Here the variable brightness can be adjusted:
float brightness = (index/10)*255; //Varies Brightness Depending On UVI
The current code calculates the current index value out of 10 and corresponds that percentage to pixel brightness. For example, a UV Index of 4 would result in a pixel brightness of 102 out of 255 (max brightness). In other words, since 4 is 40% of 1, the LEDs will be set to 40% brightness. Although the UV Index commonly exceeds 11 in some regions, using a lower percentage base value, such as 10, allows the full pixel brightness to be enjoyed more often, while still conveying the appropriate information.
An if statement is used to set the time delay between between API calls by changing the 'callDelay' value. The time between API calls is set to be changed depending on the time of day to prevent exceeding the API allotment.
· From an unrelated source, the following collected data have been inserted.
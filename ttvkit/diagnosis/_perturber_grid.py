"""The grid machinery of the perturber map: the timing fit it profiles, the grid, the passes.

Private to :mod:`ttvkit.diagnosis.perturbers` (split out to keep files short);
see that module for the method.
"""

from __future__ import annotations

import os
from dataclasses import dataclass

import astropy.units as u
import numpy as np

from ttvkit._linear import weighted_line
from ttvkit.constants import YEAR_D
from ttvkit.errors import InputError
from ttvkit.physics import nbody
from ttvkit.physics.companions import hill_stable
from ttvkit.physics.system import System
from ttvkit.timing.table import TimingTable

#: Steps per orbit of the inner planet of each pair in the map's integrations
#: (the engine's P/20, shortened for close pairs).  Measured on the tests'
#: injected system: mass limits at P/20 within 0.2% of P/40 at all 24
#: points; at P/8 some moved by factors up to 7 (near 7:4 and for inner
#: perturbers), so the compiled engine's speed is spent on the step.
MAP_STEPS_PER_ORBIT = 20


def _integrate(job):
    """One chunk of grid points: transit times of the transiting planet (picklable for processes)."""
    masses, period, ecc, omega, inc, node, mean, t_end, dt, k, epochs = job
    # one thread per worker: the executor already spreads chunks over the cores
    return nbody.transit_times(masses, period, ecc, omega, inc, node, mean, t_end, dt=dt, planets=0,
                               max_transits=k, epochs=epochs, threads=False)[:, 0]


def _chunks(index, cost, n_chunks: int):
    """Split grid points into chunks of about equal cost (dealt out in order of cost)."""
    order = index[np.argsort(-cost)]
    n_chunks = max(1, min(n_chunks, order.size))
    return [order[j::n_chunks] for j in range(n_chunks)]


@dataclass
class _TimingFit:
    """The transit rows and their constant-period fit, with the projection that profiles (T₀, P) out."""

    mask: np.ndarray
    t: np.ndarray
    wts: np.ndarray
    idx: np.ndarray           # epochs since the first
    n_orbits: int
    p_transit: float
    chi2_const: float
    q: np.ndarray
    y_res: np.ndarray
    start_time: float

    @classmethod
    def of(cls, table: TimingTable, system: System) -> "_TimingFit":
        mask = np.isin(table.kind, ("transit", "primary"))
        if mask.sum() < 5:
            raise InputError(f"the perturber map needs at least 5 transit mid-times; the table has {mask.sum()}")
        t = table.time[mask]
        sigma = table.uncertainty[mask]
        epoch = table.epoch[mask].astype(int)
        idx = epoch - int(epoch.min())
        line = weighted_line(idx, t, sigma)
        wts = 1 / sigma
        chi2_const = float(np.sum(((t - line(idx)) * wts) ** 2))
        design = np.column_stack([np.ones_like(t), idx])
        q, _ = np.linalg.qr(design * wts[:, None])
        y = (t * wts)[None, :]
        y_res = (y - (y @ q) @ q.T)[0]
        return cls(mask, t, wts, idx, int(idx.max()) + 1, line.slope, chi2_const, q, y_res,
                   line.intercept - 0.5 * line.slope)

    def off_line(self, v):
        """Weighted residuals off the best line: (T₀, P) are eliminated exactly."""
        return v - (v @ self.q) @ self.q.T


@dataclass
class _Grid:
    """The (period, phase) grid and the engine's inputs for every point."""

    periods: np.ndarray
    n_log: int
    phases: np.ndarray
    pp: np.ndarray
    ph: np.ndarray
    m_star: float
    m_planet: float
    m_ref: float
    w_planet: float
    m_transit: float
    eccentricity: float
    engine: tuple             # masses, period, ecc, omega, inc, node, mean
    t_end: float
    integrable: np.ndarray
    step: np.ndarray
    chunks: list

    @property
    def n(self) -> int:
        return self.pp.size

    @classmethod
    def build(cls, data: _TimingFit, system: System, options) -> "_Grid":
        m_star = system.star.need("mass", "the perturber map").to_value(u.Msun)
        m_planet = system.companion.need("mass", "the perturber map (the transiting planet's mass)").to_value(u.Msun)
        e_planet = float(system.orbit.eccentricity or 0.0)
        w_planet = system.orbit.omega.to_value(u.rad) if system.orbit.omega is not None else np.pi / 2
        p_transit = data.p_transit
        grid_period = system.orbit.period if system.orbit.period is not None else p_transit * u.day
        periods = options.period_grid(grid_period).to_value(u.day)
        if np.any(~np.isfinite(periods)) or np.any(periods <= 0):
            raise InputError("perturber periods must be positive and finite")
        m_ref = u.Quantity(options.reference_mass, u.Msun).to_value(u.Msun)
        phases = np.arange(options.n_phases) * 2 * np.pi / options.n_phases
        pp, ph = (x.ravel() for x in np.meshgrid(periods, phases, indexing="ij"))
        n = pp.size
        # the engine's t = 0 is half an orbit before epoch e0's transit
        m_transit = float(nbody.mean_anomaly_at_transit(e_planet, w_planet))
        masses = np.column_stack([np.full(n, m_star), np.full(n, m_planet), np.full(n, m_ref)])
        period = np.column_stack([np.full(n, p_transit), pp])
        ecc = np.column_stack([np.full(n, e_planet), np.full(n, options.eccentricity)])
        engine = (masses, period, ecc, np.column_stack([np.full(n, w_planet), np.zeros(n)]),
                  np.full((n, 2), np.pi / 2), np.zeros((n, 2)),
                  np.column_stack([np.full(n, m_transit - np.pi), ph]))
        grid = cls(periods, options.log_spaced_count(), phases, pp, ph, m_star, m_planet, m_ref, w_planet,
                   m_transit, options.eccentricity, engine, data.n_orbits * p_transit + 0.25 * p_transit,
                   np.zeros(n, bool), np.full(n, np.nan), [])
        # points whose orbits cross or that are Hill-unstable even at the reference mass are not integrated
        grid.integrable = ~nbody.orbits_overlap(period, ecc) & grid.stable_with(m_ref)
        todo = np.nonzero(grid.integrable)[0]
        grid.step[todo] = nbody.default_step(period[todo], ecc[todo]) * nbody.STEPS_PER_ORBIT / MAP_STEPS_PER_ORBIT
        workers = os.cpu_count() or 1
        grid.chunks = _chunks(todo, 1 / grid.step[todo], max(4 * workers, int(np.ceil(todo.size / options.max_chunk))))
        return grid

    def stable_with(self, mass):
        """Gladman (1993) Hill stability of the pair with perturbers of ``mass`` (M☉)."""
        au_t, au_p = (((self.m_star + self.m_planet) * (x / YEAR_D) ** 2) ** (1 / 3) * u.AU
                      for x in (self.engine[1][:, 0], self.pp))
        return hill_stable(self.m_star * u.Msun, self.m_planet * u.Msun, au_t, mass * u.Msun, au_p)


def _template_pass(grid: _Grid, data: _TimingFit, executor, perturber_mass, label: str, progress: bool):
    """Projected, weighted templates per unit mass of every integrable point at these masses."""
    from tqdm.auto import tqdm

    m = grid.engine[0].copy()
    m[:, 2] = perturber_mass
    rest = grid.engine[1:]
    jobs = [(m[c], *(x[c] for x in rest), grid.t_end, grid.step[c], data.n_orbits + 2, data.idx)
            for c in grid.chunks]
    results = list(tqdm(executor.map(_integrate, jobs), total=len(jobs), desc=f"perturber map ({label})",
                        unit="chunk", disable=not progress))
    times = np.full((grid.n, data.n_orbits + 2), np.nan)
    for c, r in zip(grid.chunks, results):
        times[c, :r.shape[1]] = r
    p = data.p_transit
    template = times[:, data.idx] - (0.5 * p + p * data.idx)[None, :]   # the fit absorbs any line
    good = grid.integrable & np.all(np.isfinite(template), axis=1)
    template[~good] = 0.0
    return data.off_line(template * data.wts[None, :]) / perturber_mass[:, None], good


def _chi2_profile(u1, u2, m1, m2, data: _TimingFit, delta_chi2: float, ok):
    """Best and largest masses (Quantities), χ² gain and the capped flag from χ²(m) up to 1.5 m₂.

    χ²(m) = |y − m u1 − m (m − m1)/(m2 − m1) d|², d = u2 − u1.
    """
    d = u2 - u1
    fractions = np.linspace(0.0, 1.5, 601)
    mgrid = fractions[None, :] * m2[:, None]
    alpha = mgrid
    beta = mgrid * (mgrid - m1[:, None]) / (m2 - m1)[:, None]
    y = data.y_res
    yy = float(y @ y)
    yu, yd = u1 @ y, d @ y
    uu, ud, dd2 = (np.einsum("ij,ij->i", a, b) for a, b in ((u1, u1), (u1, d), (d, d)))
    chi2 = (yy - 2 * alpha * yu[:, None] - 2 * beta * yd[:, None] + alpha ** 2 * uu[:, None]
            + 2 * alpha * beta * ud[:, None] + beta ** 2 * dd2[:, None])
    j_best = np.argmin(chi2, axis=1)
    rows = np.arange(chi2.shape[0])
    above = (chi2 > data.chi2_const + delta_chi2) & (np.arange(fractions.size)[None, :] > j_best[:, None])
    first = np.where(above.any(axis=1), np.argmax(above, axis=1), fractions.size - 1)
    gain = np.where(ok, data.chi2_const - chi2[rows, j_best], 0.0)
    best = np.where(ok, mgrid[rows, j_best], np.nan) * u.Msun
    largest = np.where(ok, mgrid[rows, first], np.nan) * u.Msun
    return best, largest, gain, ~above.any(axis=1)
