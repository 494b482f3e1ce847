/** Numbers with units and sensible precision (ui.md "Words"). */
import { getSpeciesTolerance, isSpeciesId } from '#shared/biology/species-tolerance';

export function fmtNumber(value: number | null | undefined, digits = 0): string {
  if (value === null || value === undefined || !Number.isFinite(value)) return '—';
  return value.toLocaleString('en-GB', { maximumFractionDigits: digits, minimumFractionDigits: digits });
}

export function fmtFlow(m3s: number): string {
  return `${fmtNumber(m3s, m3s < 100 ? 1 : 0)} m³/s`;
}

export function fmtPercent(fraction: number | null | undefined): string {
  if (fraction === null || fraction === undefined) return '—';
  return `${Math.round(fraction * 100)}%`;
}

export function fmtSalinity(psu: number | null | undefined): string {
  return psu === null || psu === undefined ? 'not reached' : `${fmtNumber(psu, 1)} psu`;
}

export function fmtIndicator(per100: number | null | undefined): string {
  return per100 === null || per100 === undefined ? 'not reached' : `${fmtNumber(per100, per100 < 10 ? 1 : 0)} per 100 mL`;
}

export function fmtDays(days: number | null | undefined): string {
  if (days === null || days === undefined) return '—';
  return `${fmtNumber(days, days < 10 && days % 1 ? 1 : 0)} ${days === 1 ? 'day' : 'days'}`;
}

export function fmtArea(m2: number): string {
  return `${fmtNumber(m2 / 10_000, 2)} ha`;
}

/** "1-in-10-year" from an annual exceedance probability of 0.1. */
export function returnPeriodLabel(aep: number): string {
  return `1-in-${fmtNumber(1 / aep, 0)}-year`;
}

export function speciesName(id: string | null | undefined): string {
  if (!id) return '—';
  if (!isSpeciesId(id)) return id;
  const name = getSpeciesTolerance(id).commonName;
  return name.charAt(0).toUpperCase() + name.slice(1);
}

export function speciesPlural(id: string | null | undefined): string {
  if (!id || !isSpeciesId(id)) return 'this species';
  return getSpeciesTolerance(id).commonNamePlural;
}

/** A date and time in the reader's locale, e.g. "2 Dec 2026, 05:40". */
export function fmtDateTime(iso: string | Date): string {
  return new Date(iso).toLocaleString(undefined, { day: 'numeric', month: 'short', year: 'numeric', hour: '2-digit', minute: '2-digit' });
}
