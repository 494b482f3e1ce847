/**
 * The database schema (Drizzle). Auth.js tables follow the adapter's documented
 * PostgreSQL layout; the user row carries Brackline's own role and session version.
 */
import { sql } from 'drizzle-orm';
import {
  boolean,
  check,
  customType,
  doublePrecision,
  index,
  integer,
  jsonb,
  pgEnum,
  pgTable,
  primaryKey,
  text,
  timestamp,
  uniqueIndex,
  uuid,
} from 'drizzle-orm/pg-core';
import { ROLES } from '../../shared/schemas/roles';
import { geometryColumn } from './geometry-column';

const bytea = customType<{ data: Buffer; driverData: Buffer }>({ dataType: () => 'bytea' });

export const roleEnum = pgEnum('role', ROLES);

export const jurisdictions = pgTable('jurisdictions', {
  id: uuid('id').primaryKey().defaultRandom(),
  /** URL-safe short name, used by the public status page (/status/:slug). */
  slug: text('slug').notNull().unique(),
  name: text('name').notNull(),
  /** The region's area (issue #15): a lease saved inside it adds its holder to the jurisdiction. */
  area: geometryColumn('area', 'MultiPolygon'),
  createdAt: timestamp('created_at', { withTimezone: true }).notNull().defaultNow(),
});

export const organisations = pgTable('organisations', {
  id: uuid('id').primaryKey().defaultRandom(),
  name: text('name').notNull().unique(),
  kind: text('kind').notNull().default('farm'),
  jurisdictionId: uuid('jurisdiction_id').references(() => jurisdictions.id),
  createdAt: timestamp('created_at', { withTimezone: true }).notNull().defaultNow(),
});

export const users = pgTable(
  'users',
  {
    id: text('id')
      .primaryKey()
      .$defaultFn(() => crypto.randomUUID()),
    name: text('name'),
    email: text('email').notNull().unique(),
    emailVerified: timestamp('email_verified', { mode: 'date', withTimezone: true }),
    image: text('image'),
    role: roleEnum('role').notNull().default('grower'),
    passwordHash: text('password_hash'),
    organisationId: uuid('organisation_id').references(() => organisations.id),
    jurisdictionId: uuid('jurisdiction_id').references(() => jurisdictions.id),
    /** Bumped by sign-out-everywhere, password reset and role change: older sessions stop working. */
    sessionVersion: integer('session_version').notNull().default(1),
    disabled: boolean('disabled').notNull().default(false),
    createdAt: timestamp('created_at', { withTimezone: true }).notNull().defaultNow(),
  },
  (t) => [index('users_role_idx').on(t.role)],
);

export const accounts = pgTable(
  'accounts',
  {
    userId: text('user_id')
      .notNull()
      .references(() => users.id, { onDelete: 'cascade' }),
    type: text('type').notNull(),
    provider: text('provider').notNull(),
    providerAccountId: text('provider_account_id').notNull(),
    refresh_token: text('refresh_token'),
    access_token: text('access_token'),
    expires_at: integer('expires_at'),
    token_type: text('token_type'),
    scope: text('scope'),
    id_token: text('id_token'),
    session_state: text('session_state'),
  },
  (t) => [primaryKey({ columns: [t.provider, t.providerAccountId] })],
);

export const sessions = pgTable('sessions', {
  sessionToken: text('session_token').primaryKey(),
  userId: text('user_id')
    .notNull()
    .references(() => users.id, { onDelete: 'cascade' }),
  expires: timestamp('expires', { mode: 'date', withTimezone: true }).notNull(),
});

export const verificationTokens = pgTable(
  'verification_tokens',
  {
    identifier: text('identifier').notNull(),
    token: text('token').notNull(),
    expires: timestamp('expires', { mode: 'date', withTimezone: true }).notNull(),
  },
  (t) => [primaryKey({ columns: [t.identifier, t.token] })],
);

/** One-use password reset tokens; only the SHA-256 of the token is stored. */
export const passwordResetTokens = pgTable('password_reset_tokens', {
  tokenHash: text('token_hash').primaryKey(),
  userId: text('user_id')
    .notNull()
    .references(() => users.id, { onDelete: 'cascade' }),
  expiresAt: timestamp('expires_at', { withTimezone: true }).notNull(),
  usedAt: timestamp('used_at', { withTimezone: true }),
});

/** Admin invitations for advisers and regulators (and growers); only the token hash is stored. */
export const invitations = pgTable('invitations', {
  id: uuid('id').primaryKey().defaultRandom(),
  tokenHash: text('token_hash').notNull().unique(),
  email: text('email').notNull(),
  role: roleEnum('role').notNull(),
  jurisdictionId: uuid('jurisdiction_id').references(() => jurisdictions.id),
  organisationId: uuid('organisation_id').references(() => organisations.id),
  invitedBy: text('invited_by').references(() => users.id),
  expiresAt: timestamp('expires_at', { withTimezone: true }).notNull(),
  acceptedAt: timestamp('accepted_at', { withTimezone: true }),
  createdAt: timestamp('created_at', { withTimezone: true }).notNull().defaultNow(),
});

/** Failed sign-ins per e-mail address (existing or not), for throttling. */
export const signInFailures = pgTable(
  'sign_in_failures',
  {
    id: uuid('id').primaryKey().defaultRandom(),
    email: text('email').notNull(),
    at: timestamp('at', { withTimezone: true }).notNull().defaultNow(),
  },
  (t) => [index('sign_in_failures_email_at_idx').on(t.email, t.at)],
);

/** Messages received by the local SMTP fake (development and tests only). */
export const outboxMessages = pgTable(
  'outbox_messages',
  {
    id: uuid('id').primaryKey().defaultRandom(),
    receivedAt: timestamp('received_at', { withTimezone: true }).notNull().defaultNow(),
    envelopeFrom: text('envelope_from'),
    envelopeTo: jsonb('envelope_to').$type<string[]>().notNull(),
    subject: text('subject'),
    textBody: text('text_body'),
    htmlBody: text('html_body'),
    raw: text('raw').notNull(),
  },
  (t) => [index('outbox_received_idx').on(t.receivedAt)],
);

/** Who did what, when; append-only (a database trigger refuses UPDATE and DELETE). */
export const auditEntries = pgTable(
  'audit_entries',
  {
    id: uuid('id').primaryKey().defaultRandom(),
    at: timestamp('at', { withTimezone: true }).notNull().defaultNow(),
    actorId: text('actor_id'),
    action: text('action').notNull(),
    subjectType: text('subject_type').notNull(),
    subjectId: text('subject_id'),
    jurisdictionId: uuid('jurisdiction_id'),
    before: jsonb('before'),
    after: jsonb('after'),
  },
  (t) => [index('audit_subject_idx').on(t.subjectType, t.subjectId)],
);

// ---------------------------------------------------------------------------------------------
// Uploads, leases, coasts and closure zones (issue "Lease and coast upload").

export const uploadKindEnum = pgEnum('upload_kind', ['lease', 'coast', 'zone']);
export const importStatusEnum = pgEnum('import_status', ['needs-crs', 'ready', 'confirmed']);
export const leaseStatusEnum = pgEnum('lease_status', ['held', 'candidate']);

/** One uploaded file, kept with its hash for provenance, staged until the user confirms it. */
export const imports = pgTable(
  'imports',
  {
    id: uuid('id').primaryKey().defaultRandom(),
    kind: uploadKindEnum('kind').notNull(),
    ownerId: text('owner_id')
      .notNull()
      .references(() => users.id),
    jurisdictionId: uuid('jurisdiction_id').references(() => jurisdictions.id),
    fileName: text('file_name').notNull(),
    fileSha256: text('file_sha256').notNull(),
    fileBytes: bytea('file_bytes').notNull(),
    status: importStatusEnum('status').notNull(),
    crs: jsonb('crs').$type<{ found: boolean; epsg?: number; wkt?: string; name?: string }>().notNull(),
    summary: jsonb('summary')
      .$type<{ featureCount: number; geometryTypes: string[]; fields: string[]; warnings: string[]; format: string }>()
      .notNull(),
    createdAt: timestamp('created_at', { withTimezone: true }).notNull().defaultNow(),
    confirmedAt: timestamp('confirmed_at', { withTimezone: true }),
  },
  (t) => [index('imports_owner_idx').on(t.ownerId)],
);

/** Features of an import after reprojection, checked and repaired by PostGIS. */
export const importFeatures = pgTable(
  'import_features',
  {
    importId: uuid('import_id')
      .notNull()
      .references(() => imports.id, { onDelete: 'cascade' }),
    featureIndex: integer('feature_index').notNull(),
    layer: text('layer').notNull(),
    properties: jsonb('properties').$type<Record<string, unknown>>().notNull(),
    geom: geometryColumn('geom', 'Geometry').notNull(),
    repaired: boolean('repaired').notNull().default(false),
    invalidReason: text('invalid_reason'),
    areaM2: doublePrecision('area_m2'),
    onLand: boolean('on_land').notNull().default(false),
  },
  (t) => [primaryKey({ columns: [t.importId, t.featureIndex] })],
);

export const leases = pgTable(
  'leases',
  {
    id: uuid('id').primaryKey().defaultRandom(),
    /** The grower's or authority's own lease identifier. */
    leaseCode: text('lease_code').notNull(),
    holder: text('holder'),
    species: text('species'),
    status: leaseStatusEnum('status').notNull().default('held'),
    notes: text('notes'),
    ownerId: text('owner_id')
      .notNull()
      .references(() => users.id),
    organisationId: uuid('organisation_id').references(() => organisations.id),
    jurisdictionId: uuid('jurisdiction_id').references(() => jurisdictions.id),
    importId: uuid('import_id').references(() => imports.id),
    sourceProperties: jsonb('source_properties').$type<Record<string, unknown>>(),
    geom: geometryColumn('geom', 'MultiPolygon').notNull(),
    areaM2: doublePrecision('area_m2').notNull(),
    onLand: boolean('on_land').notNull().default(false),
    createdAt: timestamp('created_at', { withTimezone: true }).notNull().defaultNow(),
    updatedAt: timestamp('updated_at', { withTimezone: true }).notNull().defaultNow(),
  },
  (t) => [
    index('leases_geom_idx').using('gist', t.geom),
    index('leases_owner_idx').on(t.ownerId),
    index('leases_jurisdiction_status_idx').on(t.jurisdictionId, t.status),
    index('leases_code_idx').on(t.ownerId, t.leaseCode),
    // One per sort the leases table offers, so a long visible list (a regulator's) is read in order and stops at the page.
    index('leases_lease_code_idx').on(t.leaseCode),
    index('leases_holder_idx').on(t.holder),
    index('leases_species_idx').on(t.species),
    index('leases_area_idx').on(t.areaM2),
    index('leases_created_idx').on(t.createdAt),
    index('leases_status_idx').on(t.status),
    index('leases_import_idx').on(t.importId),
  ],
);

/** A lease shared by its holder with another user (an adviser or a regulator). */
export const leaseShares = pgTable(
  'lease_shares',
  {
    leaseId: uuid('lease_id')
      .notNull()
      .references(() => leases.id, { onDelete: 'cascade' }),
    granteeId: text('grantee_id')
      .notNull()
      .references(() => users.id, { onDelete: 'cascade' }),
    grantedAt: timestamp('granted_at', { withTimezone: true }).notNull().defaultNow(),
  },
  (t) => [primaryKey({ columns: [t.leaseId, t.granteeId] }), index('lease_shares_grantee_idx').on(t.granteeId)],
);

/** A note on a lease by its holder or an adviser it is shared with; newest first on the lease page. */
export const leaseNotes = pgTable(
  'lease_notes',
  {
    id: uuid('id').primaryKey().defaultRandom(),
    leaseId: uuid('lease_id')
      .notNull()
      .references(() => leases.id, { onDelete: 'cascade' }),
    authorId: text('author_id')
      .notNull()
      .references(() => users.id),
    body: text('body').notNull(),
    createdAt: timestamp('created_at', { withTimezone: true }).notNull().defaultNow(),
  },
  (t) => [index('lease_notes_lease_idx').on(t.leaseId, t.createdAt), check('lease_notes_body_length', sql`char_length(${t.body}) BETWEEN 1 AND 4000`)],
);
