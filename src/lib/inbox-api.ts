/**
 * The in-app inbox and the closures near the caller's leases: read by the header, the overview
 * and the inbox page (features do not import each other, so the calls live here).
 */
import { queryOptions, useMutation, useQueryClient } from '@tanstack/react-query';
import type { NearbyClosureList } from '#shared/schemas/closures';
import type { InboxList } from '#shared/schemas/inbox';
import { api } from './api-client';

export const inboxKeys = {
  all: ['inbox'] as const,
  list: (limit = 50) =>
    queryOptions({
      queryKey: [...inboxKeys.all, limit],
      queryFn: () => api<InboxList>(`/inbox?limit=${limit}`),
      // New notices and alerts arrive without the user doing anything.
      refetchInterval: 60_000,
    }),
  nearbyClosures: () => queryOptions({ queryKey: ['overview', 'closures'], queryFn: () => api<NearbyClosureList>('/overview/closures') }),
};

export function useMarkRead() {
  const queryClient = useQueryClient();
  return useMutation({
    mutationFn: (id: string) => api<void>(`/inbox/${id}/read`, { method: 'POST' }),
    onSuccess: () => queryClient.invalidateQueries({ queryKey: inboxKeys.all }),
  });
}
As shown below, there are three different results that can occur when executing the if statement.
if (index > 0) { ... } else if (index == 0) { ... } else { ... }
- If the UV Index is found to be above zero, it is assumed that the sun is out and the time between API calls is shortened to increase the resolution of the data output.
- Once the UV Index is at zero, it is assumed that the sun has set, the time between API calls is extended, and the nighttime sequence void begins to run.
- Finally a third case exists as a catch all safety measure to prevent any accidental overages. If an unexpected value, such as 'NULL' is returned, the program will decide that there is a 'Possible Data Error' and maximize the time between calls. The display conditions prior to the possible error will continue to execute during this time. There is a good chance that everything will return to normal following the next API call. If an issue continues to persist, the HTTP Response Code can be used to help decipher the issues.